Последнюю фразу я тихо выкрикиваю, сразу вешая трубку. Руки дрожат, лицо пылает. Мелькает мысль — «Вот и согрелся». И тут же вторая — «Записывали или нет?» А если записывали, смогут ли опознать мой голос? Оглядываюсь. Снег залепил стекло будки — ничего не видно. Видел ли меня кто-нибудь? Стираю отпечатки пальцев с трубки и ручки, осторожно выхожу наружу — все также пусто. Вытираю рукавом пот со лба, быстром шагом иду на остановку. Надо дождаться автобуса и проехать хотя бы одну остановку — вдруг пустят розыскную собаку от таксофона. Еще четверть часа и приходит «Икарус-гармошка». Он набит битком. Внутри полно лыжников, молодежи с санками… Ну правильно. Сегодня суббота, народ едет кататься в Крылатское, на Москва-реку. Натягиваю повыше шарф.
По дороге размышляю, как же я умудрился стать телефонным террористом?

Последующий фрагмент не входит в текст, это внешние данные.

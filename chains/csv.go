package chains

import (
	"bufio"
	"bytes"
	"errors"
	"fmt"
	"io"
	"math"
	"os"
	"strconv"
	"strings"

	"tautline/internal/safeio"
)

// A Writer appends rows to a chain file. It is not safe for concurrent use.
type Writer struct {
	path string
	f    *os.File
	bw   *bufio.Writer
	ncol int
	off  int64  // file length once everything appended is flushed
	line []byte // formatting scratch, reused
	err  error  // first write error; later calls return it
	memo *floatMemo
}

var errClosed = errors.New("chains: writer is closed")

// header returns the header line for columns, after checking the names.
func header(columns []string) ([]byte, error) {
	if len(columns) == 0 {
		return nil, errors.New("no columns")
	}
	seen := make(map[string]bool, len(columns))
	for i, c := range columns {
		if c == "" {
			return nil, fmt.Errorf("column %d: empty name", i)
		}
		if j := strings.IndexFunc(c, func(r rune) bool {
			return r <= ' ' || r == ',' || r == '#' || r == '"' || r == '\'' || r == 0x7f
		}); j >= 0 {
			return nil, fmt.Errorf("column %d (%q): names may not contain commas, quotes, '#' or white space", i, c)
		}
		if seen[c] {
			return nil, fmt.Errorf("column %d (%q): duplicate name", i, c)
		}
		seen[c] = true
	}
	return []byte("# " + strings.Join(columns, ",") + "\n"), nil
}

// Create creates (or truncates) the chain file at path and writes the
// header naming columns.
func Create(path string, columns []string) (*Writer, error) {
	h, err := header(columns)
	if err != nil {
		return nil, fmt.Errorf("chains: %s: %w", path, err)
	}
	f, err := os.OpenFile(path, os.O_WRONLY|os.O_CREATE|os.O_TRUNC, 0o644)
	if err != nil {
		return nil, fmt.Errorf("chains: %w", err)
	}
	w := newWriter(path, f, len(columns), 0)
	if _, err := w.bw.Write(h); err != nil {
		f.Close()
		return nil, fmt.Errorf("chains: %s: %w", path, err)
	}
	w.off = int64(len(h))
	return w, nil
}

func newWriter(path string, f *os.File, ncol int, off int64) *Writer {
	return &Writer{
		path: path,
		f:    f,
		bw:   bufio.NewWriterSize(f, 1<<16),
		ncol: ncol,
		off:  off,
		line: make([]byte, 0, 32*ncol+1),
		memo: new(floatMemo),
	}
}

// memoBits is log2 of the number of formatted values a Writer remembers:
// 4096 hold the values of the last few dozen steps of an ensemble, so a
// walker whose proposal was rejected, which repeats its previous row, is
// usually written from memory.
const memoBits = 12

// floatMemo remembers the text of recently formatted values, indexed by a
// hash of their bits. An entry is only used for the same bits, so the
// output is exactly strconv's.
type floatMemo [1 << memoBits]struct {
	bits uint64
	n    uint8 // text length; 0 for an empty entry
	text [24]byte
}

// appendFloat appends v formatted as strconv.AppendFloat(b, v, 'g', -1, 64)
// does: the shortest text that reads back as v.
func (m *floatMemo) appendFloat(b []byte, v float64) []byte {
	// Integers below 1e6 in magnitude print as plain integers in 'g' format
	// (shorter than their exponent form); -0 prints as "-0".
	if v > -1e6 && v < 1e6 && v == float64(int64(v)) && (v != 0 || !math.Signbit(v)) {
		return strconv.AppendInt(b, int64(v), 10)
	}
	bits := math.Float64bits(v)
	e := &m[(bits*0x9e3779b97f4a7c15)>>(64-memoBits)]
	if e.n > 0 && e.bits == bits {
		return append(b, e.text[:e.n]...)
	}
	start := len(b)
	b = strconv.AppendFloat(b, v, 'g', -1, 64)
	if t := b[start:]; len(t) <= len(e.text) {
		e.bits, e.n = bits, uint8(copy(e.text[:], t))
	}
	return b
}

// Resume reopens a chain file written by a Writer, checks that its header
// names columns, truncates it to offset (a length returned by Flush) and
// positions the Writer there, so that appending continues exactly where the
// flushed part of the file ended.
func Resume(path string, columns []string, offset int64) (*Writer, error) {
	h, err := header(columns)
	if err != nil {
		return nil, fmt.Errorf("chains: %s: %w", path, err)
	}
	// A named pipe or device in the chain's place would block the reads
	// below or never end: check the type before opening and on the open
	// file.
	if st, err := os.Stat(path); err != nil {
		return nil, fmt.Errorf("chains: %w", err)
	} else if err := safeio.CheckRegular(path, st); err != nil {
		return nil, fmt.Errorf("chains: %w", err)
	}
	f, err := os.OpenFile(path, os.O_RDWR, 0)
	if err != nil {
		return nil, fmt.Errorf("chains: %w", err)
	}
	fail := func(format string, a ...any) (*Writer, error) {
		f.Close()
		return nil, fmt.Errorf("chains: %s: "+format, append([]any{path}, a...)...)
	}
	st, err := f.Stat()
	if err != nil {
		return fail("%w", err)
	}
	if err := safeio.CheckRegular(path, st); err != nil {
		f.Close()
		return nil, fmt.Errorf("chains: %w", err)
	}
	got := make([]byte, len(h))
	if _, err := io.ReadFull(f, got); err != nil || !bytes.Equal(got, h) {
		line, _, _ := bytes.Cut(got, []byte("\n"))
		return fail("line 1: header %q does not match the expected columns %q", line, strings.Join(columns, ","))
	}
	if offset < int64(len(h)) || offset > st.Size() {
		return fail("resume offset %d outside the file (header ends at %d, file length %d)", offset, len(h), st.Size())
	}
	last := make([]byte, 1)
	if _, err := f.ReadAt(last, offset-1); err != nil {
		return fail("%w", err)
	}
	if last[0] != '\n' {
		return fail("resume offset %d is not at the end of a line", offset)
	}
	if err := f.Truncate(offset); err != nil {
		return fail("%w", err)
	}
	if _, err := f.Seek(offset, io.SeekStart); err != nil {
		return fail("%w", err)
	}
	if err := f.Sync(); err != nil {
		return fail("%w", err)
	}
	return newWriter(path, f, len(columns), offset), nil
}

// Append adds one row, which must have one value per column. Rows are
// buffered; call Flush to make them durable. Append does not allocate.
func (w *Writer) Append(row []float64) error {
	if w.err != nil {
		return w.err
	}
	if len(row) != w.ncol {
		return fmt.Errorf("chains: %s: row has %d values, want %d", w.path, len(row), w.ncol)
	}
	b := w.line[:0]
	for j, v := range row {
		if j > 0 {
			b = append(b, ',')
		}
		b = w.memo.appendFloat(b, v)
	}
	b = append(b, '\n')
	w.line = b
	if _, err := w.bw.Write(b); err != nil {
		w.err = fmt.Errorf("chains: %s: %w", w.path, err)
		return w.err
	}
	w.off += int64(len(b))
	return nil
}

// Flush writes the buffered rows and fsyncs the file. It returns the file
// length, the offset at which Resume can continue.
func (w *Writer) Flush() (offset int64, err error) {
	if w.err != nil {
		return 0, w.err
	}
	if err := w.bw.Flush(); err != nil {
		w.err = fmt.Errorf("chains: %s: %w", w.path, err)
		return 0, w.err
	}
	if err := w.f.Sync(); err != nil {
		w.err = fmt.Errorf("chains: %s: %w", w.path, err)
		return 0, w.err
	}
	return w.off, nil
}

// Close flushes and closes the file. Later calls to any method return an
// error.
func (w *Writer) Close() error {
	if w.err == errClosed {
		return errClosed
	}
	_, ferr := w.Flush()
	cerr := w.f.Close()
	w.err = errClosed
	if ferr != nil {
		return ferr
	}
	if cerr != nil {
		return fmt.Errorf("chains: %s: %w", w.path, cerr)
	}
	return nil
}

// ReadCSV reads a chain file written by a Writer: its column names and its
// rows. Errors name the file and line at fault. A last line without its
// newline (a run killed while writing) is an error; Resume at the last
// flushed offset repairs such a file.
func ReadCSV(path string) (columns []string, rows [][]float64, err error) {
	f, err := safeio.Open(path)
	if err != nil {
		return nil, nil, fmt.Errorf("chains: %w", err)
	}
	defer f.Close()
	columns, rows, err = readCSV(bufio.NewReaderSize(f, 1<<16))
	if err != nil {
		return nil, nil, fmt.Errorf("chains: %s:%w", path, err)
	}
	return columns, rows, nil
}

// ScanCSV reads the first limit bytes of a chain file written by a Writer
// (a length returned by Flush, such as a checkpoint's), checks that its
// header names columns, and calls fn with each row in order. The row slice
// is reused between calls. It reads a long chain in constant memory, which
// ReadCSV does not. Errors name the file and line at fault.
func ScanCSV(path string, limit int64, columns []string, fn func(row []float64) error) error {
	f, err := os.Open(path)
	if err != nil {
		return fmt.Errorf("chains: %w", err)
	}
	defer f.Close()
	want := strings.Join(columns, ",")
	err = scanCSV(bufio.NewReaderSize(io.LimitReader(f, limit), 1<<16), func(cols []string) error {
		if got := strings.Join(cols, ","); got != want {
			return fmt.Errorf("1: header %q does not match the expected columns %q", got, want)
		}
		return nil
	}, fn)
	if err != nil {
		return fmt.Errorf("chains: %s:%w", path, err)
	}
	return nil
}

// readCSV parses a chain; its errors start with "line N: " (ReadCSV adds
// the file name before them).
func readCSV(r *bufio.Reader) ([]string, [][]float64, error) {
	var (
		columns []string
		rows    [][]float64
		data    []float64
	)
	err := scanCSV(r, func(c []string) error { columns = c; return nil }, func(row []float64) error {
		if len(data)+len(row) > cap(data) {
			data = make([]float64, 0, max(1024*len(row), 2*cap(data)))
		}
		start := len(data)
		data = append(data, row...)
		rows = append(rows, data[start:len(data):len(data)])
		return nil
	})
	if err != nil {
		return nil, nil, err
	}
	return columns, rows, nil
}

// scanCSV parses a chain, passing its column names to head and each row
// (a reused slice) to fn; its errors start with "N: ", the line number.
func scanCSV(r *bufio.Reader, head func([]string) error, fn func([]float64) error) error {
	lineNo := 0
	next := func() (string, bool, error) {
		s, err := r.ReadString('\n')
		if err == io.EOF {
			if s == "" {
				return "", false, nil
			}
			return "", false, fmt.Errorf("%d: incomplete last line (no newline)", lineNo+1)
		}
		if err != nil {
			return "", false, fmt.Errorf("%d: %w", lineNo+1, err)
		}
		lineNo++
		s = strings.TrimSuffix(s[:len(s)-1], "\r")
		return s, true, nil
	}
	h, ok, err := next()
	if err != nil {
		return err
	}
	if !ok {
		return errors.New("1: empty file, want a header line \"# name,name,...\"")
	}
	if !strings.HasPrefix(h, "#") {
		return fmt.Errorf("1: header must start with '#', got %.40q", h)
	}
	columns := strings.Split(strings.TrimSpace(h[1:]), ",")
	if _, err := header(columns); err != nil {
		return fmt.Errorf("1: header: %w", err)
	}
	if err := head(columns); err != nil {
		return err
	}
	row := make([]float64, len(columns))
	for {
		s, ok, err := next()
		if err != nil {
			return err
		}
		if !ok {
			return nil
		}
		fields := strings.Split(s, ",")
		if len(fields) != len(columns) {
			return fmt.Errorf("%d: %d fields, want %d", lineNo, len(fields), len(columns))
		}
		for k, tok := range fields {
			v, err := strconv.ParseFloat(tok, 64)
			if err != nil {
				return fmt.Errorf("%d: field %d (%s): %.40q is not a number", lineNo, k+1, columns[k], tok)
			}
			row[k] = v
		}
		if err := fn(row); err != nil {
			return fmt.Errorf("%d: %w", lineNo, err)
		}
	}
}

Скорее всего из-за слишком внимательного взгляда цэкабэшного психиатра. Доктор Комаров уже дважды заходил в палату, обследовал меня. А перед первым визитом о чем-то долго говорил с Романовым в коридоре. Это мне сестрички нашептали. Вряд ли Генеральный ему что-нибудь рассказал про мои «вещие сны», по крайней мере доктор не касался этой темы — но они оба явно настроились получить побольше информации о моей психике.
А это значит, что я не могу сообщить о катастрофе ТУ-104 во Внуково Генсеку напрямую. Мол приснилось и все. После долгих, изматывающих разговоров с Комаровым… нет уж, лучше так. 58 погибших, куча инвалидов… Сейчас они во Внуково бегом бросятся искать бомбу. А заодно армянских террористов. После недавних взрывов в московском метро — все на взводе. КГБ бдит. Бедный Демирчян… Конец ему. Чую теперь комиссия займется не только Спитаком.
Что касается рейса, то его теперь обязательно еще раз отложат. Поменяется экипаж, прекратится снег, улучшится погода. Там, конечно, была не только ошибка пилотирования и обледенение, но и сработавший датчик пожара двигателя, но настоящего возгорания то не было!
Нет, я все сделал правильно. За исключением того, что поздновато спохватился. После инцидента в Останкино и бесконечного паломничества ко мне в палату мамы с дедом, Лехи, «звездочек», Клаймича, Моники с отцом, министров, всех студийных музыкантов, родственников Веры и даже Альдоны (вот лучше бы Веверс не приходил — до сих пор мороз по коже), я добрался до айфона только 10-го марта. Мама вместе со всеми вещами привезла его внутри ленинградского калькулятора, где он хранился последний месяц. В сам же телефон я влез с помощью пилочки медсестры только спустя пять дней, в туалете, тайком. Зашел на сайт «этот день в истории», лениво пролистал ленту с ближайшими датами и… чуть не упал с унитаза. Крушение ТУ-104 во Внуково. Погибшие дети, десятки инвалидов!
Ветер бросил мне в лицо новый заряд снега. Глядя на отъезжающий «Икарус», поежился. Перед тем как войти на проходную, мелко разорвал и выбросил на дорогу обрывки бумажки с текстом. Клочки бумаги тут же унес новый порыв ветра. Вздохнул свежий, морозный воздух. Снежинки падали мне на лицо, таяли и снова падали. Я постоял зажмурившись пару минут, после чего с бодрой улыбкой вошел внутрь.